Read the records and gather each line that includes "type".

━━━━━ Dataset extract ━━━━━

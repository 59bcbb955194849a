package eiv

import (
	"fmt"
	"math"

	"gonum.org/v1/gonum/stat/distuv"
)

// LimitsOf says what a pair of limits of agreement describes.
type LimitsOf string

const (
	// LimitsSingle: limits for the difference between single measurements
	// by the two methods (what a laboratory reports).
	LimitsSingle LimitsOf = "single_measurements"
	// LimitsMeans: limits for the difference between the means of each
	// subject's replicates; narrower than LimitsSingle, and not the limits
	// for single measurements.
	LimitsMeans LimitsOf = "means_of_replicates"
)

// ReplicateDesign is the design of a study with several measurements per
// subject by each method.
type ReplicateDesign string

const (
	// DesignConstant: the true value is constant within a subject; the
	// replicates of the two methods need not be paired (Bland & Altman
	// 1999, §5.2; 2007, §2).
	DesignConstant ReplicateDesign = "true_value_constant"
	// DesignVarying: the true value changes within a subject; the
	// measurements come in pairs, one by each method at the same run or
	// time (Bland & Altman 1999, §5.3; 2007, §3).
	DesignVarying ReplicateDesign = "true_value_varying"
)

// Subject holds one subject's measurements by each method. In the varying
// design X[j] and Y[j] are a pair taken at the same run or time.
type Subject struct {
	X, Y []float64
}

// AgreementOptions are the settings of the replicate-aware, regression-based
// and ratio limits of agreement. A nil pointer means the defaults.
type AgreementOptions struct {
	// Confidence of the intervals. Zero means 0.95.
	Confidence float64
	// Multiplier is the z of the limits. Zero means 1.96 (95 % limits).
	Multiplier float64
}

func (o *AgreementOptions) resolve() (conf, z float64, err error) {
	if o == nil {
		o = &AgreementOptions{}
	}
	if conf, err = checkConfidence(o.Confidence); err != nil {
		return
	}
	z = o.Multiplier
	switch {
	case z == 0:
		z = 1.96
	case !(z > 0) || math.IsInf(z, 0):
		err = &OptionError{Option: "multiplier", Reason: "must be a finite number greater than 0"}
	}
	return
}

// ReplicateAgreement is the limits of agreement for the difference y − x
// between single measurements when each subject was measured several times.
type ReplicateAgreement struct {
	Design ReplicateDesign
	// Describes is always LimitsSingle: the within-subject variation that
	// averaging removes has been added back.
	Describes LimitsOf
	// Subjects is n; MeasuredX and MeasuredY are the numbers of
	// measurements (the number of pairs, twice, in the varying design).
	Subjects, MeasuredX, MeasuredY int
	// MeanDifference is the bias with a t interval on n−1 df: the mean of
	// the subjects' differences of means (constant design) or the mean of
	// all paired differences (varying design).
	MeanDifference Estimate
	// SD is the standard deviation of the difference between single
	// measurements; Lower and Upper are MeanDifference ∓ Multiplier·SD,
	// each with a MOVER interval (see ReplicateLimits).
	SD           float64
	Multiplier   float64
	Lower, Upper Estimate
	// Components of SD². Constant design: SDOfMeans is the SD of the
	// subjects' differences of means (the SD that limits on means would
	// use), WithinX and WithinY the pooled within-subject SDs of each
	// method. Varying design: WithinSD is the within-subject SD of the
	// paired differences, BetweenSD the between-subject SD of their true
	// means (zero when its estimate is negative, with a warning).
	SDOfMeans, WithinX, WithinY float64
	WithinSD, BetweenSD         float64
	// MeansLower and MeansUpper are the limits one would get from the
	// subjects' means alone (constant design): they describe LimitsMeans
	// and are given for comparison only.
	MeansLower, MeansUpper float64
	// Warnings are non-fatal diagnostics, each a *Warning.
	Warnings []error
}

// ReplicateLimits computes the limits of agreement for single measurements
// when the true value is constant within each subject (Bland & Altman
// 1999, Stat. Methods Med. Res. 8:135, §5.2; 2007, J. Biopharm. Stat.
// 17:571). With d_i = ȳ_i − x̄_i the difference of the subject means,
// s²_d̄ their variance (n−1 df), s²_xw and s²_yw the pooled within-subject
// variances (one-way analysis of variance, Σ(m_i − 1) df) and m_xi, m_yi
// the replicate counts,
//
//	var(x̄_i − ȳ_i) = σ²_D − (1 − 1/m_xi)·σ²_xw − (1 − 1/m_yi)·σ²_yw
//	s²_D = s²_d̄ + (1 − (1/n)Σ1/m_xi)·s²_xw + (1 − (1/n)Σ1/m_yi)·s²_yw
//
// (for equal counts the coefficients are 1 − 1/m_x and 1 − 1/m_y), and the
// limits are d̄ ∓ z·s_D. The bias interval is t on n−1 df. The paper gives
// no interval for these limits; this one is the method of variance
// estimates recovery (MOVER; Zou 2013, Stat. Methods Med. Res. 22:630),
// an approximation: χ² intervals of each variance are combined into one
// for s²_D, and that with the t interval of d̄ into one for each limit.
// Subjects need at least one measurement by each method, and at least 3
// subjects are needed.
func ReplicateLimits(subjects []Subject, opt *AgreementOptions) (*ReplicateAgreement, error) {
	conf, z, err := opt.resolve()
	if err != nil {
		return nil, err
	}
	n := len(subjects)
	if n < 3 {
		return nil, fmt.Errorf("%w: at least 3 subjects are needed", ErrTooFewPoints)
	}
	d := make([]float64, n)
	var ssx, ssy, invX, invY float64
	var dfx, dfy, nx, ny int
	for i, s := range subjects {
		if len(s.X) == 0 || len(s.Y) == 0 {
			return nil, &PointError{Index: i, Field: map[bool]string{true: "x", false: "y"}[len(s.X) == 0],
				Err: fmt.Errorf("%w: every subject needs a measurement by each method", ErrTooFewPoints)}
		}
		mx, sx, err := meanSS(s.X, i, "x")
		if err != nil {
			return nil, err
		}
		my, sy, err := meanSS(s.Y, i, "y")
		if err != nil {
			return nil, err
		}
		d[i] = my - mx
		ssx += sx
		ssy += sy
		dfx += len(s.X) - 1
		dfy += len(s.Y) - 1
		nx += len(s.X)
		ny += len(s.Y)
		invX += 1 / float64(len(s.X))
		invY += 1 / float64(len(s.Y))
	}
	var dbar, ssd float64
	dbar, ssd = meanSSOf(d)
	vd := ssd / float64(n-1)
	cx, cy := 1-invX/float64(n), 1-invY/float64(n)
	comps := []varComp{{c: 1, s2: vd, df: n - 1}}
	res := &ReplicateAgreement{Design: DesignConstant, Describes: LimitsSingle, Subjects: n, MeasuredX: nx, MeasuredY: ny,
		Multiplier: z, SDOfMeans: math.Sqrt(vd)}
	if dfx > 0 {
		res.WithinX = math.Sqrt(ssx / float64(dfx))
		comps = append(comps, varComp{c: cx, s2: ssx / float64(dfx), df: dfx})
	}
	if dfy > 0 {
		res.WithinY = math.Sqrt(ssy / float64(dfy))
		comps = append(comps, varComp{c: cy, s2: ssy / float64(dfy), df: dfy})
	}
	if dfx == 0 && dfy == 0 {
		res.Warnings = append(res.Warnings, &Warning{Code: WarnNoReplicates, Message: "no subject has replicates: these are the ordinary limits of agreement"})
	}
	seMean := math.Sqrt(vd / float64(n))
	t := tQuantile(conf, n-1)
	res.MeanDifference = Estimate{Value: dbar, SE: seMean, CI: symmetric(dbar, t*seMean, conf, "t")}
	res.MeansLower, res.MeansUpper = dbar-z*res.SDOfMeans, dbar+z*res.SDOfMeans
	if err := res.limits(comps, t*seMean, t*seMean, z, conf); err != nil {
		return nil, err
	}
	return res, nil
}

// PairedReplicateLimits computes the limits of agreement for single
// measurements when the true value changes within a subject and the two
// methods measure in pairs (Bland & Altman 1999, §5.3; 2007, §3): X[j] and
// Y[j] of a subject are one pair. With d_ij = y_ij − x_ij, m_i pairs for
// subject i, N = Σm_i, the one-way analysis of variance of d by subject gives
// MS_w (N − n df) and MS_b (n − 1 df), and with
//
//	λ = (N² − Σm_i²)/((n − 1)·N)
//	σ²_b = (MS_b − MS_w)/λ,   σ²_D = σ²_b + MS_w = MS_b/λ + (1 − 1/λ)·MS_w
//
// the limits are d̄ ∓ z·σ_D, d̄ the mean of all N differences. The bias SE
// is √((σ²_b·Σm_i² + MS_w·N)/N²) with t on n−1 df (an approximation of
// ours for unequal m_i); the limits' intervals are MOVER (Zou 2013), as in
// ReplicateLimits. A negative σ²_b is set to zero (σ²_D = MS_w), with a
// warning.
func PairedReplicateLimits(subjects []Subject, opt *AgreementOptions) (*ReplicateAgreement, error) {
	conf, z, err := opt.resolve()
	if err != nil {
		return nil, err
	}
	n := len(subjects)
	if n < 3 {
		return nil, fmt.Errorf("%w: at least 3 subjects are needed", ErrTooFewPoints)
	}
	means := make([]float64, n)
	var N int
	var sum, ssw, sumM2 float64
	for i, s := range subjects {
		if len(s.X) != len(s.Y) {
			return nil, &PointError{Index: i, Field: "y", Err: fmt.Errorf("%w: paired replicates need as many y as x per subject", ErrLengthMismatch)}
		}
		if len(s.X) == 0 {
			return nil, &PointError{Index: i, Field: "x", Err: fmt.Errorf("%w: every subject needs a pair", ErrTooFewPoints)}
		}
		d := make([]float64, len(s.X))
		for j := range s.X {
			if !allFinite(s.X[j], s.Y[j]) {
				return nil, &PointError{Index: i, Field: "x", Err: ErrNonFinite}
			}
			d[j] = s.Y[j] - s.X[j]
		}
		m, ss := meanSSOf(d)
		means[i] = m
		ssw += ss
		k := float64(len(d))
		sum += m * k
		sumM2 += k * k
		N += len(d)
	}
	if N == n {
		return nil, fmt.Errorf("%w: no subject has more than one pair; use the ordinary limits of agreement", ErrTooFewPoints)
	}
	fN := float64(N)
	dbar := sum / fN
	var ssb float64
	for i, s := range subjects {
		dd := means[i] - dbar
		ssb += float64(len(s.X)) * dd * dd
	}
	msw := ssw / float64(N-n)
	msb := ssb / float64(n-1)
	lam := (fN*fN - sumM2) / (float64(n-1) * fN)
	vb := (msb - msw) / lam
	res := &ReplicateAgreement{Design: DesignVarying, Describes: LimitsSingle, Subjects: n, MeasuredX: N, MeasuredY: N, Multiplier: z}
	comps := []varComp{{c: 1 / lam, s2: msb, df: n - 1}, {c: 1 - 1/lam, s2: msw, df: N - n}}
	if vb < 0 {
		vb = 0
		comps = comps[1:2]
		comps[0].c = 1
		res.Warnings = append(res.Warnings, &Warning{Code: WarnNegativeVariance, Message: "the between-subject variance of the differences is estimated below zero and set to zero: the limits use the within-subject variance alone"})
	}
	res.WithinSD, res.BetweenSD = math.Sqrt(msw), math.Sqrt(vb)
	seMean := math.Sqrt((vb*sumM2 + msw*fN) / (fN * fN))
	t := tQuantile(conf, n-1)
	res.MeanDifference = Estimate{Value: dbar, SE: seMean, CI: symmetric(dbar, t*seMean, conf, "t")}
	if err := res.limits(comps, t*seMean, t*seMean, z, conf); err != nil {
		return nil, err
	}
	return res, nil
}

// varComp is one term c·s² of a sum of variance estimates, s² on df degrees
// of freedom.
type varComp struct {
	c, s2 float64
	df    int
}

// moverVariance returns the estimate Σc_k·s²_k and its MOVER interval
// (Zou 2013): with l_k, u_k the χ² limits of each s²_k,
//
//	L = V − √(Σ c_k²·(s²_k − l_k)²)  (u_k for c_k < 0)
//	U = V + √(Σ c_k²·(u_k − s²_k)²)  (l_k for c_k < 0)
//
// L is clamped at zero.
func moverVariance(comps []varComp, conf float64) (v, lo, hi float64) {
	var dl, du float64
	for _, k := range comps {
		v += k.c * k.s2
		l, u := chi2VarianceCI(k.s2, k.df, conf)
		a, b := k.s2-l, u-k.s2
		if k.c < 0 {
			a, b = b, a
		}
		dl += k.c * k.c * a * a
		du += k.c * k.c * b * b
	}
	return v, math.Max(0, v-math.Sqrt(dl)), v + math.Sqrt(du)
}

// chi2VarianceCI is the interval of a variance s² on df degrees of freedom:
// [df·s²/χ²_{df,(1+c)/2}, df·s²/χ²_{df,(1−c)/2}].
func chi2VarianceCI(s2 float64, df int, conf float64) (lo, hi float64) {
	c := distuv.ChiSquared{K: float64(df)}
	return float64(df) * s2 / c.Quantile((1+conf)/2), float64(df) * s2 / c.Quantile((1-conf)/2)
}

// limits sets SD, Lower and Upper from the variance components and the
// bias interval's half-widths below (hl) and above (hu) the bias.
func (r *ReplicateAgreement) limits(comps []varComp, hl, hu, z, conf float64) error {
	v, vlo, vhi := moverVariance(comps, conf)
	if !(v >= 0) || !allFinite(v, vlo, vhi) {
		return fmt.Errorf("%w: the variance of the differences is not a finite non-negative number", ErrDegenerate)
	}
	sd, slo, shi := math.Sqrt(v), math.Sqrt(vlo), math.Sqrt(vhi)
	r.SD = sd
	r.Lower, r.Upper = moverLimits(r.MeanDifference.Value, hl, hu, sd, slo, shi, z, conf)
	return nil
}

// moverLimits forms the intervals of the limits θ = d̄ ∓ z·s by MOVER from
// the bias interval (d̄ − hl, d̄ + hu) and the SD interval (slo, shi).
func moverLimits(dbar, hl, hu, sd, slo, shi, z float64, conf float64) (lower, upper Estimate) {
	const method = "MOVER (Zou 2013): t for the bias, χ² for each variance"
	lo := dbar - z*sd
	lower = Estimate{Value: lo, CI: Interval{
		Lower: lo - math.Hypot(hl, z*(shi-sd)),
		Upper: lo + math.Hypot(hu, z*(sd-slo)),
		Level: conf, Method: method}}
	hi := dbar + z*sd
	upper = Estimate{Value: hi, CI: Interval{
		Lower: hi - math.Hypot(hl, z*(sd-slo)),
		Upper: hi + math.Hypot(hu, z*(shi-sd)),
		Level: conf, Method: method}}
	// SE: the half-width over the normal quantile, for tables (the interval is asymmetric).
	zc := zQuantile(conf)
	lower.SE = (lower.CI.Upper - lower.CI.Lower) / (2 * zc)
	upper.SE = (upper.CI.Upper - upper.CI.Lower) / (2 * zc)
	return
}

func meanSS(v []float64, i int, field string) (float64, float64, error) {
	for _, x := range v {
		if !allFinite(x) {
			return 0, 0, &PointError{Index: i, Field: field, Err: ErrNonFinite}
		}
	}
	m, ss := meanSSOf(v)
	return m, ss, nil
}

// meanSSOf returns the mean and the sum of squared deviations from it
// (two passes).
func meanSSOf(v []float64) (m, ss float64) {
	for _, x := range v {
		m += x
	}
	m /= float64(len(v))
	for _, x := range v {
		ss += (x - m) * (x - m)
	}
	return
}

// Warning codes of the agreement analyses.
const (
	WarnNoReplicates     = "no_replicates"
	WarnNegativeVariance = "negative_variance_component"
	WarnNegativeSpread   = "negative_spread"
)

// RepeatabilityResult is one method's repeatability from its replicates.
type RepeatabilityResult struct {
	// Subjects with replicates, and DF = Σ(m_i − 1).
	Subjects, DF int
	// WithinSD is the pooled within-subject SD s_w (one-way analysis of
	// variance) with its χ² interval on DF degrees of freedom:
	// [s_w·√(DF/χ²_{DF,(1+c)/2}), s_w·√(DF/χ²_{DF,(1−c)/2})].
	WithinSD Estimate
	// Coefficient is the repeatability coefficient z·√2·s_w (2.77·s_w for
	// z = 1.96; common practice, Bland & Altman 1999 §4): 95 % of the
	// differences between two measurements of one subject lie within ±it.
	// Its interval is the SD's, scaled.
	Coefficient Estimate
	Multiplier  float64
}

// MethodRepeatability pools the replicates of one method, reps[i] holding
// subject i's measurements; subjects with one measurement add nothing.
// At least 2 subjects with replicates are needed.
func MethodRepeatability(reps [][]float64, opt *AgreementOptions) (*RepeatabilityResult, error) {
	conf, z, err := opt.resolve()
	if err != nil {
		return nil, err
	}
	var ss float64
	var df, subj int
	for i, r := range reps {
		if len(r) < 2 {
			continue
		}
		_, s, err := meanSS(r, i, "value")
		if err != nil {
			return nil, err
		}
		ss += s
		df += len(r) - 1
		subj++
	}
	if subj < 2 {
		return nil, fmt.Errorf("%w: at least 2 subjects need replicates for a repeatability", ErrTooFewPoints)
	}
	sw := math.Sqrt(ss / float64(df))
	lo, hi := chi2VarianceCI(sw*sw, df, conf)
	const method = "χ² on the within-subject df"
	k := z * math.Sqrt2
	se := sw / math.Sqrt(2*float64(df)) // large-sample SE of an SD, for tables
	return &RepeatabilityResult{
		Subjects:    subj,
		DF:          df,
		WithinSD:    Estimate{Value: sw, SE: se, CI: Interval{Lower: math.Sqrt(lo), Upper: math.Sqrt(hi), Level: conf, Method: method}},
		Coefficient: Estimate{Value: k * sw, SE: k * se, CI: Interval{Lower: k * math.Sqrt(lo), Upper: k * math.Sqrt(hi), Level: conf, Method: method}},
		Multiplier:  z,
	}, nil
}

━━━━━

▸ Written solution
type LimitsOf string
type ReplicateDesign string
type Subject struct {
type AgreementOptions struct {
type ReplicateAgreement struct {
type varComp struct {
type RepeatabilityResult struct {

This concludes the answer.